What’s nice here is when you apply to your doing a ‘ready-made’ approach like artists have done in the 20th century”, says Federica.

Not everything works from an aesthetic and poetic point of view so the catalogue explains to you how to select and how to mix diverse pieces to get a higher quality result”.

  • Repairing

Many think that repair is difficult because you imagine it that the object must return “like new”. Yet

repairing is a noble gesture: we should not hide it, but show it.

It’s what OpenDot did by illustrating how colored resins can give more strength to old wood (and make it visually very contemporary).

The team was inspired by Kintsugi – the Japanese technique of restoration of the ceramics that leaves break lines visible joining the pieces with a lacquer gold.

  • Making

It’s all about replacing broken or missing elements of an object by making them anew, using fab lab techniques like 3D printing or milling and cutting lasers, or by using downloadable open-source files to self-produce.

  • Design brut

Design Brut draws inspiration from Art Brut (raw art) – or artistic productions created from creative impulses that would be considered to be outside of conventional standards.

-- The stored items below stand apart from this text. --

//! Bounds of the model form, and what they do to a path.

use crate::{
    estimate::{
        Chain, Failure, Realisation,
        chain::{conditions::Conditions, cone::ConeModel},
    },
    joint::{Bounds, Engagement, Fastener, Medium},
    resistance::Path,
};

/// What the joint may cost beyond or below the closed-form field and the networks, as factors on
/// what it adds; one bolt in the middle of two discs, in vacuum.
///
/// From 43 reference solutions: the ring network errs by 0 to +10 % (Bi ≤ 1, worst +22 % at
/// Bi 10), a rigid head or stuck faces lower the resistance by 1 to 4 %, the closed-form field
/// moves it by ±1.4 %.
const ROUND_FORM: [f64; 2] = [0.85, 1.03];
/// The same for the plan grid of several bolts in vacuum.
///
/// On two joints solved in three dimensions it read what the joint adds 7 and 11 % high; rigid
/// heads lowered it by 3 % (judgement on these).
const PLAN_FORM: [f64; 2] = [0.83, 1.05];
/// Gap between the bolts over F L/(E t²) of the plate that gives most, for the upper factor in gas.
///
/// F is the clamp force of a bolt, L half the side of a bolt's share of the faces. Bending of the
/// plates outside the contact makes the gap proportional to this; the mean gap of the same two
/// joints was 0.086 and 0.055 of it, and 0.1 leaves room for the quantile (judgement).
const GAP_SCALE: f64 = 0.1;
/// Added to the upper factor where the far plate holds the thread: the cone stands for a head on
/// both faces, and a tapped plate raised the resistance of the reference joints by 4 and 5 %.
const TAPPED: f64 = 0.05;
/// Upper factor for a filled joint, whose layer thickens where the plates part (judgement).
const OPEN_LAYER: f64 = 1.2;

impl ConeModel {
    /// Bounds of the model form: of the network, and of what the cone does not know.
    pub(super) fn form_bounds(&self, chain: &Chain) -> Result<Bounds, Failure> {
        let [low, mut high] = if self.geometry.grid.is_none() {
            ROUND_FORM
        } else {
            PLAN_FORM
        };
        let tapped = |group: &Fastener| !matches!(group.engagement, Engagement::Nut);
        if chain.joint().fasteners.iter().any(tapped) {
            high += TAPPED;
        }
        high = if chain.joint().filler(0).is_some() {
            high.max(OPEN_LAYER)
        } else {
            high + self.gas_share(chain)? * Self::gap_growth(chain)?
        };
        Ok(Bounds::uniform([low, 1.0, high]))
    }

    /// Gap between the bolts over the distance of the closed faces as the gas meets them, 1.
    ///
    /// ```text
    /// δ/(Y + M),   δ = 0.1 max F L/(E t²)
    /// ```
    fn gap_growth(chain: &Chain) -> Result<f64, Failure> {
        let conditions = chain.conditions(0, &Realisation::default())?;
        let local = &conditions.faces[0].local;
        let Some(gas) = local.interface().gas else {
            return Ok(0.0);
        };
        let bolts = chain.joint().clamping() as f64;
        let force = conditions.forces.iter().sum::<f64>() / bolts;
        let reach = 0.5 * (chain.footprint() / bolts).sqrt();
        let softest = [chain.joint().warm(), chain.joint().cold()]
            .map(|plate| plate.material.youngs_modulus.value * plate.thickness.powi(2))
            .into_iter()
            .fold(f64::INFINITY, f64::min);
        let gap = GAP_SCALE * force * reach / softest;
        Ok(gap / (local.separation(0.0) + gas.parameter))
    }

    /// Share of what the gas takes off the joint's resistance, by the cells: 0 in vacuum, near 1
    /// where the gas carries nearly all.
    pub(super) fn gas_share(&self, chain: &Chain) -> Result<f64, Failure> {
        if matches!(chain.joint().service.medium, Medium::Vacuum) {
            return Ok(0.0);
        }
        let conditions = chain.conditions(0, &Realisation::default())?;
        let Some(bare) = conditions.without_gas() else {
            return Ok(0.0);
        };
        let added = |under: &Conditions| {
            let clamped = self.clamped(under);
            self.cells().solve(&clamped.load()).added_by_joint
        };
        let (filled, empty) = (added(&conditions), added(&bare));
        let share = 1.0 - filled / empty;
        Ok(if share.is_finite() {
            share.clamp(0.0, 1.0)
        } else {
            1.0
        })
    }
}

/// The path with the model form applied to what the joint adds.
pub(super) fn with_form(path: Path, form: f64) -> Path {
    let added = path.added_by_joint * form;
    let moved = added - path.added_by_joint;
    Path {
        added_by_joint: added,
        source_to_sink: path.source_to_sink + moved,
        hottest: path.hottest + moved,
        interface_drop: path.interface_drop * form,
        node_to_node: path.node_to_node + moved,
        ..path
    }
}

/// The path moved by what the grid may err: all of it alike, but for the ring sum.
pub(super) fn with_error(path: Path, numerical: f64) -> Path {
    if numerical == 0.0 {
        return path;
    }
    let factor = 1.0 + numerical;
    Path {
        node_to_node: path.node_to_node * factor,
        added_by_joint: path.added_by_joint * factor,
        source_to_sink: path.source_to_sink * factor,
        perfect_contact: path.perfect_contact * factor,
        hottest: path.hottest * factor,
        interface_drop: path.interface_drop * factor,
        ..path
    }
}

It is based on the combination of broken objects and materials or partially functional ones that they are recovered by being combined in a daring way.

That is to say, with no attention to trends or aesthetic codes. It’s an approach that allows you to achieve surprisingly spontaneous results (and, in history, greatly iconic designs such as some by the Castiglioni brothers).

© Unwanted Furniture / Upcycling

Upcycling

Upcycling is all about saving and re-using elements of discarded objects to give them a new life, often without keeping their original function. And, by doing so, increasing their perceived value

  • Joining

Shelves, planks and furniture doors are amongst the most discarded items. One way to recover them is to use them as modules by applying off-the-shelf joints to create new furniture

  • Grouping

This strategy is interesting when you have a large amount of items of the same type but of different forms: obsolete things, production scraps, fabrics, pallets, but also books or old ones magazines.

These elements, when grouped together, can create a structure which serves as a base for a new piece of furniture

  • Hacking

From an early age we learn that a cardboard box can be a fort to hide in or a spaceship.

Hacking a broken object means looking at it with your eyes, seeing new functions.

In the show, an element from an old piece of furniture was stripped of all decorations, repainted and put together with a speaker to form a sound system.

  • Transforming

This strategy is extremely difficult to achieve for non-experts because it’s based on materials transformation. Waste, coupled with other elements, can become a new primary material.